import { hsl } from 'd3';
import { OUTCOME_KINDS, type OutcomeKind } from '../../engine';

/**
 * Colours of a start-point map. Basins get hues spread by the golden angle (137.5 degrees apart, so
 * any number of basins stay distinguishable from their neighbours in the list) at a middle lightness;
 * a cell is lightened towards white with its shade steps (lighter = slower: sqrt(steps / max steps) of
 * the way to 60% white; paint-map.ts passes steps to tolerance where the study measured them, else the
 * steps the run took). Runs that ended in no basin are coloured by their outcome.
 */
export type Rgb = [number, number, number];

const basinCache = new Map<number, Rgb>();

export function basinColour(id: number): Rgb {
  let rgb = basinCache.get(id);
  if (!rgb) {
    const c = hsl((20 + id * 137.5) % 360, 0.55, 0.5).rgb();
    rgb = [Math.round(c.r), Math.round(c.g), Math.round(c.b)];
    basinCache.set(id, rgb);
  }
  return rgb;
}

export const OUTCOME_COLOURS: Partial<Record<OutcomeKind, Rgb>> = {
  stalled: [140, 140, 140],
  oscillating: [214, 51, 108],
  escaping: [92, 64, 51],
  diverged: [17, 17, 17],
  undefined: [255, 255, 255],
  saddle: [190, 190, 255],
  maximum: [255, 230, 150],
  'step-limit': [207, 207, 207],
  cancelled: [240, 240, 240],
};

export function cellColour(kindIndex: number, basin: number, steps: number, maxSteps: number): Rgb {
  if (basin >= 0) {
    const [r, g, b] = basinColour(basin);
    const t = 0.6 * Math.sqrt(Math.min(1, Math.max(0, steps / Math.max(1, maxSteps))));
    return [Math.round(r + (255 - r) * t), Math.round(g + (255 - g) * t), Math.round(b + (255 - b) * t)];
  }
  return OUTCOME_COLOURS[OUTCOME_KINDS[kindIndex]] ?? [255, 255, 255];
}

export const cssColour = ([r, g, b]: Rgb) => `rgb(${r}, ${g}, ${b})`;
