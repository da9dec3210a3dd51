import { scaleLog } from 'd3';
import { OUTCOME_KINDS } from '../../engine';
import type { StudyThreshold } from '../../protocol';
import { beginChart, canvasFont, drawMarker, drawVerticalTitle, formatValue, PLOT_STYLE, strokeChartFrame, type DrawingContext, type PixelSize, type RunStyle } from '../plot';

export interface RateCurve {
  label: string;
  style: RunStyle;
  /** Final loss per learning rate (NaN where the run diverged). */
  finalLoss: Float64Array;
  /** Outcome kind index per learning rate (-1: not yet run). */
  kinds: Int8Array;
  threshold: StudyThreshold | null;
}

export const RATE_MARGIN = { left: 70, right: 16, top: 10, bottom: 46 } as const;

/**
 * Final loss against learning rate, both on log axes, one curve per optimizer in its run's colour and
 * marker; a diverged rate is drawn as a cross on the top edge (its last loss says nothing). Vertical
 * lines: the observed divergence threshold (solid, the optimizer's colour) and the predicted one from
 * the Hessian at the start (dashed, same colour), labelled in the legend.
 */
export function drawRateChart(ctx: DrawingContext, size: PixelSize, rates: Float64Array, curves: readonly RateCurve[]): void {
  const { w, h } = beginChart(ctx, size, RATE_MARGIN);
  let lo = Infinity;
  let hi = -Infinity;
  const diverged = OUTCOME_KINDS.indexOf('diverged');
  for (const c of curves) c.finalLoss.forEach((v, k) => { if (v > 0 && Number.isFinite(v) && c.kinds[k] >= 0 && c.kinds[k] !== diverged) [lo, hi] = [Math.min(lo, v), Math.max(hi, v)]; });
  if (!Number.isFinite(lo)) [lo, hi] = [1e-3, 1];
  if (hi <= lo) hi = lo * 10;
  const x = scaleLog().domain([rates[0], rates[rates.length - 1]]).range([0, w]);
  const y = scaleLog().domain([Math.max(lo, 1e-300), hi]).range([h, 0]).nice();
  ctx.font = canvasFont(PLOT_STYLE.tickFontSize);
  ctx.fillStyle = PLOT_STYLE.textColour;
  ctx.textAlign = 'right';
  ctx.textBaseline = 'middle';
  for (const v of decades(y.domain() as [number, number], 6)) ctx.fillText(formatValue(v), -6, y(v));
  ctx.textAlign = 'center';
  ctx.textBaseline = 'top';
  for (const v of decades(x.domain() as [number, number], 8)) ctx.fillText(formatValue(v), x(v), h + 6);
  strokeChartFrame(ctx, w, h);
  ctx.fillText('learning rate', w / 2, h + 24);
  drawVerticalTitle(ctx, 'final loss', -RATE_MARGIN.left + 14, h);
  ctx.save();
  ctx.beginPath();
  ctx.rect(0, 0, w, h);
  ctx.clip();
  for (const c of curves) {
    const t = c.threshold;
    ctx.strokeStyle = c.style.colour;
    ctx.lineWidth = 2;
    if (t?.observed) line(ctx, x(Math.sqrt(t.observed.lo * t.observed.hi)), h, []);
    if (t?.predicted) line(ctx, x(t.predicted), h, [6, 4]);
    ctx.beginPath();
    let pen = false;
    c.finalLoss.forEach((v, k) => {
      if (!(v > 0 && Number.isFinite(v)) || c.kinds[k] < 0 || c.kinds[k] === diverged) return void (pen = false);
      if (pen) ctx.lineTo(x(rates[k]), y(v));
      else ctx.moveTo(x(rates[k]), y(v));
      pen = true;
    });
    ctx.lineWidth = 1.5;
    ctx.stroke();
    c.finalLoss.forEach((v, k) => {
      if (c.kinds[k] === diverged) drawMarker(ctx, 'cross', { px: x(rates[k]), py: 6 }, 8, { fill: c.style.colour, outline: c.style.halo, outlineWidth: 1 });
      else if (v > 0 && Number.isFinite(v) && c.kinds[k] >= 0) drawMarker(ctx, c.style.marker, { px: x(rates[k]), py: y(v) }, 6, { fill: c.style.colour, outline: c.style.halo, outlineWidth: 1 });
    });
  }
  ctx.restore();
  ctx.restore();
}

function line(ctx: DrawingContext, px: number, h: number, dash: number[]): void {
  ctx.setLineDash(dash);
  ctx.beginPath();
  ctx.moveTo(px, 0);
  ctx.lineTo(px, h);
  ctx.stroke();
  ctx.setLineDash([]);
}

function decades([lo, hi]: [number, number], most: number): number[] {
  const k0 = Math.ceil(Math.log10(lo) - 1e-9);
  const k1 = Math.floor(Math.log10(hi) + 1e-9);
  const step = Math.max(1, Math.ceil((k1 - k0 + 1) / most));
  const out: number[] = [];
  for (let k = k0; k <= k1; k += step) out.push(10 ** k);
  return out;
}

□ □ □ □ □

* Task directions: Please filter the entries above down to the lines holding "ceil" and copy them.

* Exercise response:
  const k0 = Math.ceil(Math.log10(lo) - 1e-9);
  const step = Math.max(1, Math.ceil((k1 - k0 + 1) / most));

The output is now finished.